# Task instructions:
When a line in the entries below contains the word "BarometerSD", copy that line.

Saved data entries:
-=-=-

package check

import (
	"fmt"
	"math"
	"strings"

	"tapround/survey"
	"tapround/survey/unit"
)

// balance compares what meters let into a part of the system with what they let out of
// it and what is stated as drawn off there. The parts are what is left when the system
// is cut at its meters; one with a reservoir or an outlet in it, or with a draw-off to
// be estimated, has no balance. Two meters in a row on one pipe bound a part of their own.
// What is left over in several rounds between the same meters, with one sign, is told once.
func balance(v *view) []survey.Alert {
	var order []string
	found := map[string][]leftOver{}
	for _, r := range v.rounds {
		for _, x := range v.balanceOf(r) {
			key := fmt.Sprint(x.meters, x.q > 0)
			if found[key] == nil {
				order = append(order, key)
			}
			found[key] = append(found[key], x)
		}
	}
	var out []survey.Alert
	for _, key := range order {
		out = append(out, v.imbalance(found[key]))
	}
	return out
}

// leftOver is the flow into a zone that is not accounted for in a round.
type leftOver struct {
	flow
	round          string
	meters         []string
	in, out, drawn float64
	unit           unit.Unit
	sources        []survey.Source
}

// zone is a part of the system between meters.
type zone struct {
	open    bool
	meters  []signed
	drawn   flow
	sources []survey.Source
}

// signed is a meter's head with +1 where its flow goes into the zone, -1 out of it.
type signed struct {
	survey.Head
	sign float64
}

func (v *view) balanceOf(r round) []leftOver {
	cuts := shutCuts(v.s, r.force)
	type meter struct {
		survey.Head
		pipe string
		at   float64
	}
	var meters []meter
	for _, h := range r.heads {
		if h.Quantity != survey.VolumeFlow {
			continue
		}
		// Where nothing flows a meter must show nothing: the closure sees to that.
		if pipe, at, ok := v.place(h.Tap); ok && !r.force.Shut[pipe] && !r.still.along(pipe, at) {
			meters = append(meters, meter{h, pipe, at})
			cuts[pipe] = append(cuts[pipe], at)
		}
	}
	p := cutUp(v.s, cuts)
	for _, m := range v.s.Machines {
		if !r.force.Stopped[m.Name] {
			p.join(p.points[m.From], p.points[m.To])
		}
	}
	zones := map[int]*zone{}
	var order []*zone
	get := func(i int) *zone {
		if zones[i] == nil {
			zones[i] = &zone{}
			order = append(order, zones[i])
		}
		return zones[i]
	}
	for _, m := range meters {
		// A cut belongs to what lies before it; just beyond begins the next length.
		before, after := get(p.along(m.pipe, m.at)), get(p.along(m.pipe, math.Nextafter(m.at, math.Inf(1))))
		if before == after {
			continue // a ring joins both sides: what goes in comes out
		}
		before.meters = append(before.meters, signed{m.Head, -1})
		after.meters = append(after.meters, signed{m.Head, 1})
	}
	for _, x := range v.s.Points {
		z, bounded := zones[p.at(x.Name)]
		if !bounded {
			continue
		}
		drawn, ok := drawnAt(r.force, x.Name)
		z.open = z.open || !ok || x.Kind != survey.Junction
		z.drawn = flow{z.drawn.q + drawn.q, math.Hypot(z.drawn.u, drawn.u)}
		for _, d := range r.force.DrawOffs[x.Name] {
			z.sources = append(z.sources, d.Source)
		}
	}
	var out []leftOver
	for _, z := range order {
		if z.open || len(z.meters) == 0 {
			continue
		}
		if x := v.leftOver(r, z); math.Abs(x.q) > v.limits.apart.value*x.u {
			out = append(out, x)
		}
	}
	return out
}

// leftOver adds up a zone.
func (v *view) leftOver(r round, z *zone) leftOver {
	x := leftOver{round: r.Name, drawn: z.drawn.q, unit: unit.LitrePerSecond}
	variance := z.drawn.u * z.drawn.u
	for i, m := range z.meters {
		if m.sign > 0 {
			x.in += m.Value
		} else {
			x.out += m.Value
		}
		for j, o := range z.meters {
			variance += m.sign * o.sign * covariance(m.Head, o.Head, i == j)
		}
		x.meters = append(x.meters, m.Tap)
		x.sources = append(x.sources, m.Sources()...)
		if u, err := unit.Parse(v.gauge(m.Head).Unit, unit.Flow); err == nil {
			x.unit = u
		}
	}
	x.sources = append(x.sources, z.sources...)
	x.flow = flow{x.in - x.out - x.drawn, math.Sqrt(math.Max(variance, 0))}
	return x
}

// imbalance words what is left over between the same meters in one round or several.
func (v *view) imbalance(xs []leftOver) survey.Alert {
	worst := xs[0]
	a := survey.Alert{Rule: "flow does not balance", Subject: strings.Join(worst.meters, " "), Limit: v.limits.apart.String()}
	var rounds, evidence []string
	for _, x := range xs {
		if math.Abs(x.q)/x.u > math.Abs(worst.q)/worst.u {
			worst = x
		}
		rounds = append(rounds, x.round)
		evidence = append(evidence, fmt.Sprintf("round %s: in by meter %s, out by meter %s, drawn off %s, left over %s, %.1f times its standard uncertainty",
			x.round, x.figure(x.in), x.figure(x.out), x.figure(x.drawn), x.unit.Format(x.q, x.u), math.Abs(x.q)/x.u))
		a.Sources = append(a.Sources, x.sources...)
	}
	a.Evidence = strings.Join(evidence, "; ")
	a.Stay = math.Abs(worst.q) > v.limits.stay.value*worst.u
	where := "between the meters at " + strings.Join(worst.meters, " and ")
	if len(worst.meters) == 1 {
		where = "beyond the meter at " + worst.meters[0]
	}
	size := worst.unit.Format(math.Abs(worst.q), worst.u)
	if len(xs) > 1 {
		size += " (round " + worst.round + ")"
	}
	a.Statement = fmt.Sprintf("In %s water goes in %s that is not accounted for: %s.", roundsNamed(rounds), where, size)
	a.Action = "Look for a draw-off that nobody wrote down; read the meters again and check their units and zeros."
	if worst.q < 0 {
		a.Statement = fmt.Sprintf("In %s more water comes out %s than goes in: %s.", roundsNamed(rounds), where, size)
		a.Action = "Look for a feed that nobody wrote down; read the meters again and check their units, zeros and directions."
	}
	return a
}

func (x leftOver) figure(si float64) string {
	return fmt.Sprintf("%.4g %s", x.unit.FromSI(si), x.unit.Name)
}
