package check

import (
	"fmt"
	"math"
	"slices"

	"tapround/survey"
)

// exchanged looks for two taps of a no-flow round whose readings, put in each other's
// place, agree with the rest. Either the whole lines are exchanged (each gauge's height
// goes with it) or the numbers alone. Both must stand within the limits of the rest
// afterwards, and the exchange must explain more than taking out the one worst suspect
// does, by more than chance would: it costs no free number, the suspect's size is one.
func (v *view) exchanged(r round, m mean, worst suspect) (survey.Alert, []witness, bool) {
	var best []witness
	var bi, bj int
	bestChi2 := math.Inf(1)
	wanted := worst.z()*worst.z() + math.Pow(v.limits.exchanged.value, 2)
	for i := range m.ws {
		for j := i + 1; j < len(m.ws); j++ {
			if !exchangeable(m.ws[i], m.ws[j]) {
				continue
			}
			for _, withLine := range []bool{true, false} {
				a, b := v.exchange(m.ws[i].head, m.ws[j].head, withLine)
				// Gauges of other accuracy change the covariance, so what is foretold
				// without that decides only what is looked at in full.
				if m.dropOf(i, j, a.Value-m.ws[i].value(), b.Value-m.ws[j].value()) < wanted/2 {
					continue
				}
				ws := slices.Clone(m.ws)
				ws[i].head, ws[j].head = a, b
				n, ok := meanOf(ws)
				if !ok || n.chi2 >= bestChi2 || !v.within(n, i) || !v.within(n, j) {
					continue
				}
				best, bestChi2, bi, bj = ws, n.chi2, i, j
			}
		}
	}
	if best == nil || m.chi2-bestChi2 < wanted {
		return survey.Alert{}, nil, false
	}
	a, b := m.ws[bi].head, m.ws[bj].head
	if b.Value > a.Value {
		a, b = b, a
	}
	return survey.Alert{
		Rule: "readings look exchanged", Subject: a.Tap + " " + b.Tap,
		Statement: fmt.Sprintf("%s and %s look exchanged in round %s: in each other's place they agree with the rest.", a.Tap, b.Tap, r.Name),
		Evidence: fmt.Sprintf("with nothing flowing the common head is %.2f m; %s shows %.2f m and %s %.2f m; exchanged %.2f m and %.2f m",
			levelWithout(best, bi, bj), m.ws[bi].head.Tap, m.ws[bi].value(), m.ws[bj].head.Tap, m.ws[bj].value(), best[bi].value(), best[bj].value()),
		Limit:   v.limits.exchanged.String(),
		Action:  fmt.Sprintf("Read %s and %s again, with the tap's name in sight, and correct the lines named here.", a.Tap, b.Tap),
		Stay:    true,
		Sources: append(m.ws[bi].head.Sources(), m.ws[bj].head.Sources()...),
	}, best, true
}

func exchangeable(a, b witness) bool {
	return a.reservoir == "" && b.reservoir == "" && a.head.Pressure.OK && b.head.Pressure.OK && a.head.Tap != b.head.Tap
}

// exchange puts the readings of two heads in each other's place. Gauge and own
// uncertainty go with the reading, the level stays with the tap.
func (v *view) exchange(a, b survey.Head, withLine bool) (survey.Head, survey.Head) {
	pa, pb := a.Pressure.V, b.Pressure.V // at the tap
	if !withLine {
		pa, pb = pa-v.line(a), pb-v.line(b)
	}
	x, y := a, b
	x.Value += (pb - pa) / (a.Density * a.Gravity)
	y.Value += (pa - pb) / (b.Density * b.Gravity)
	x.Pressure, y.Pressure = survey.Some(a.Pressure.V+pb-pa), survey.Some(b.Pressure.V+pa-pb)
	x.Gauge, x.Own, x.PerGauge, x.GaugeSD, x.BarometerSD, x.Rows = b.Gauge, b.Own, b.PerGauge, b.GaugeSD, b.BarometerSD, b.Rows
	y.Gauge, y.Own, y.PerGauge, y.GaugeSD, y.BarometerSD, y.Rows = a.Gauge, a.Own, a.PerGauge, a.GaugeSD, a.BarometerSD, a.Rows
	return x, y
}

// line is the pressure that a water-filled gauge line adds, Pa.
func (v *view) line(h survey.Head) float64 {
	if v.gauge(h).Line == survey.AirLine {
		return 0
	}
	return h.Density * h.Gravity * h.Rows[0].GaugeHeight
}

// within reports whether a witness stands within the limit of the rest.
func (v *view) within(m mean, i int) bool {
	x := suspect{members: []int{i}}
	return m.measure(&x) && x.z() <= v.limits.apart.value
}

// levelWithout is the mean of all but two witnesses, or of all where no more are there.
func levelWithout(ws []witness, i, j int) float64 {
	if rest := without(ws, []int{i, j}); len(rest) > 0 {
		ws = rest
	}
	m, _ := meanOf(ws)
	return m.level
}
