package check

import (
	"fmt"

	"tapround/survey"
	"tapround/survey/unit"
)

// aboveRest says where a head read while water flows stands above the no-flow head of
// the same tap, allowing for the reservoirs' levels. Without a pump that cannot be: a
// head can be no higher than the highest reservoir that feeds it. Rounds with a pump, an
// inflow or an unstated level in that part of the system are left out.
func aboveRest(v *view) []survey.Alert {
	var out []survey.Alert
	for _, t := range v.s.Taps {
		for _, r := range v.rounds {
			feed, ok := r.feed(t)
			if !ok {
				continue
			}
			for _, h := range r.heads {
				if h.Tap != t.Name || !isHead(h) {
					continue
				}
				if a, ok := v.aboveOwnRest(r, h, feed); ok {
					out = append(out, a)
				}
			}
		}
	}
	return out
}

// feeds says, of each piece of the system in a round, the highest stated level of the
// reservoirs that can feed it. Pieces with a running pump, an inflow, a flow or a level
// to be estimated are not in it.
type feeds struct {
	pieces *pieces
	level  map[int]survey.Condition
}

func (v *view) feedsOf(f survey.RoundConditions) feeds {
	p := cutUp(v.s, shutCuts(v.s, f))
	for _, m := range v.s.Machines {
		if !f.Stopped[m.Name] {
			p.join(p.points[m.From], p.points[m.To])
		}
	}
	out := feeds{p, map[int]survey.Condition{}}
	unsure := map[int]bool{}
	for _, m := range v.s.Machines {
		if m.Kind == survey.Pump && !f.Stopped[m.Name] {
			unsure[p.at(m.From)] = true
		}
	}
	for _, x := range v.s.Points {
		i := p.at(x.Name)
		for _, d := range f.DrawOffs[x.Name] {
			if !d.Value.OK || d.Value.V < 0 {
				unsure[i] = true
			}
		}
		if x.Kind != survey.Reservoir {
			continue
		}
		l := f.Levels[x.Name]
		if !l.Value.OK {
			unsure[i] = true
		}
		if highest, ok := out.level[i]; !ok || l.Value.V > highest.Value.V {
			out.level[i] = l
		}
	}
	for i := range unsure {
		delete(out.level, i)
	}
	return out
}

// feed gives the level that a tap's head cannot exceed in a round; ok is false where the
// tap is at rest, or where that is not certain.
func (r round) feed(t survey.Tap) (survey.Condition, bool) {
	if _, still := r.still.open(t); still {
		return survey.Condition{}, false
	}
	l, ok := r.feeds.level[r.feeds.pieces.of(t)]
	return l, ok
}

// aboveOwnRest compares a flowing head with the no-flow head of the same tap: of
// several no-flow readings the one it stands furthest above, in standard uncertainties.
func (v *view) aboveOwnRest(r round, h survey.Head, feed survey.Condition) (survey.Alert, bool) {
	var a survey.Alert
	worst := v.limits.apart.value
	for _, q := range v.rounds {
		reservoir, still := q.still.open(v.taps[h.Tap])
		level, stated := q.force.Levels[reservoir]
		if !still || !stated || !level.Value.OK {
			continue
		}
		for _, rest := range q.heads {
			if rest.Tap != h.Tap || !isHead(rest) || rest.Quantity != h.Quantity {
				continue
			}
			d, u := differ(h, rest)
			if feed.Source != level.Source {
				d -= feed.Value.V - level.Value.V
				u = rss(u, feed.SD.Or(0), level.SD.Or(0))
			}
			if d <= worst*u {
				continue
			}
			worst = d / u
			a = survey.Alert{Rule: "flowing head above the no-flow head", Subject: h.Tap,
				Statement: fmt.Sprintf("%s shows more head in round %s, with water flowing, than in round %s with none.", h.Tap, r.Name, q.Name),
				Evidence: fmt.Sprintf("%.2f m against %.2f m; more by %s once the reservoir's level is allowed for, %.1f times its standard uncertainty",
					h.Value, rest.Value, unit.Metre.Format(d, u), d/u),
				Limit: v.limits.apart.String(), Stay: d > v.limits.stay.value*u,
				Action:  fmt.Sprintf("Read %s again; check that the tap is the right one, and that no pump, regulator or second feed was acting.", h.Tap),
				Sources: append(h.Sources(), rest.Sources()...)}
		}
	}
	return a, worst > v.limits.apart.value
}
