package check

import (
	"math"
	"slices"

	"tapround/survey"
)

// pieces is the pipe system cut up at some places on its pipes: points and lengths of
// pipe that hang together have one piece.
type pieces struct {
	parent []int
	points map[string]int
	first  map[string]int       // by pipe: its length next to the From end
	cuts   map[string][]float64 // by pipe, ascending
}

// atFromEnd is the cut of a shut pipe, which is closed at its From end: its whole
// length hangs on the To end.
var atFromEnd = math.Inf(-1)

func cutUp(s *survey.Survey, cuts map[string][]float64) *pieces {
	p := &pieces{points: map[string]int{}, first: map[string]int{}, cuts: cuts}
	add := func() int { p.parent = append(p.parent, len(p.parent)); return len(p.parent) - 1 }
	for _, x := range s.Points {
		p.points[x.Name] = add()
	}
	for _, x := range s.Pipes {
		slices.Sort(cuts[x.Name])
		p.first[x.Name] = add()
		last := p.first[x.Name]
		for range cuts[x.Name] {
			last = add()
		}
		p.join(p.first[x.Name], p.points[x.From])
		p.join(last, p.points[x.To])
	}
	return p
}

func (p *pieces) root(i int) int {
	for p.parent[i] != i {
		p.parent[i] = p.parent[p.parent[i]] // keeps long lines of pipes short
		i = p.parent[i]
	}
	return i
}

func (p *pieces) join(i, j int) { p.parent[p.root(i)] = p.root(j) }

// at gives the piece of a point.
func (p *pieces) at(point string) int { return p.root(p.points[point]) }

// along gives the piece of a pipe at a chainage. What is cut at the chainage itself lies
// beyond it.
func (p *pieces) along(pipe string, x float64) int {
	i := p.first[pipe]
	for _, c := range p.cuts[pipe] {
		if c < x {
			i++
		}
	}
	return p.root(i)
}

// of gives the piece a tap is in.
func (p *pieces) of(t survey.Tap) int {
	if t.Pipe != "" {
		return p.along(t.Pipe, t.At)
	}
	return p.at(t.Point)
}

// shutCuts lists where shut pipes and fittings close the system.
func shutCuts(s *survey.Survey, f survey.RoundConditions) map[string][]float64 {
	cuts := map[string][]float64{}
	for _, p := range s.Pipes {
		if f.Shut[p.Name] {
			cuts[p.Name] = append(cuts[p.Name], atFromEnd)
		}
	}
	for _, x := range s.Fittings {
		if f.Shut[x.Name] {
			cuts[x.Pipe] = append(cuts[x.Pipe], x.At)
		}
	}
	return cuts
}

// still says where nothing flows in a round.
type still struct {
	pieces *pieces
	// reservoir that stands open to the piece, by piece; pieces that are not at rest,
	// or behind a check valve, are not in it.
	reservoir map[int]string
}

// stillness finds the pieces at rest: with check valves taken as open, a part of the
// system with one reservoir, no outlet, no running machine and no draw-off. A check
// valve may hold any head behind it, so only what is open to the reservoir both ways
// must show its level.
func (v *view) stillness(f survey.RoundConditions) still {
	flow := cutUp(v.s, shutCuts(v.s, f))
	moving := map[int]bool{}
	reservoirs := map[int][]string{}
	for _, p := range v.s.Points {
		i := flow.at(p.Name)
		switch {
		case p.Kind == survey.Reservoir:
			reservoirs[i] = append(reservoirs[i], p.Name)
			continue
		case p.Kind == survey.Outlet:
			moving[i] = true
		}
		for _, d := range f.DrawOffs[p.Name] {
			if !d.Value.OK || d.Value.V != 0 || d.SD.Or(0) != 0 {
				moving[i] = true
			}
		}
	}
	for _, m := range v.s.Machines {
		if !f.Stopped[m.Name] {
			moving[flow.at(m.From)], moving[flow.at(m.To)] = true, true
		}
	}
	cuts := shutCuts(v.s, f)
	for _, x := range v.s.Fittings {
		if x.Kind == survey.CheckValve {
			cuts[x.Pipe] = append(cuts[x.Pipe], x.At)
		}
	}
	out := still{pieces: cutUp(v.s, cuts), reservoir: map[int]string{}}
	for i, names := range reservoirs {
		if len(names) == 1 && !moving[i] {
			out.reservoir[out.pieces.at(names[0])] = names[0]
		}
	}
	return out
}

// open gives the reservoir whose level a tap must show in this round, since nothing
// flows between them; ok is false where that is not certain.
func (x still) open(t survey.Tap) (reservoir string, ok bool) {
	reservoir, ok = x.reservoir[x.pieces.of(t)]
	return reservoir, ok
}

// along reports whether a pipe is at rest at a chainage.
func (x still) along(pipe string, at float64) bool {
	_, ok := x.reservoir[x.pieces.along(pipe, at)]
	return ok
}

-=-=-

# Exercise result:
	x.Gauge, x.Own, x.PerGauge, x.GaugeSD, x.BarometerSD, x.Rows = b.Gauge, b.Own, b.PerGauge, b.GaugeSD, b.BarometerSD, b.Rows
	y.Gauge, y.Own, y.PerGauge, y.GaugeSD, y.BarometerSD, y.Rows = a.Gauge, a.Own, a.PerGauge, a.GaugeSD, a.BarometerSD, a.Rows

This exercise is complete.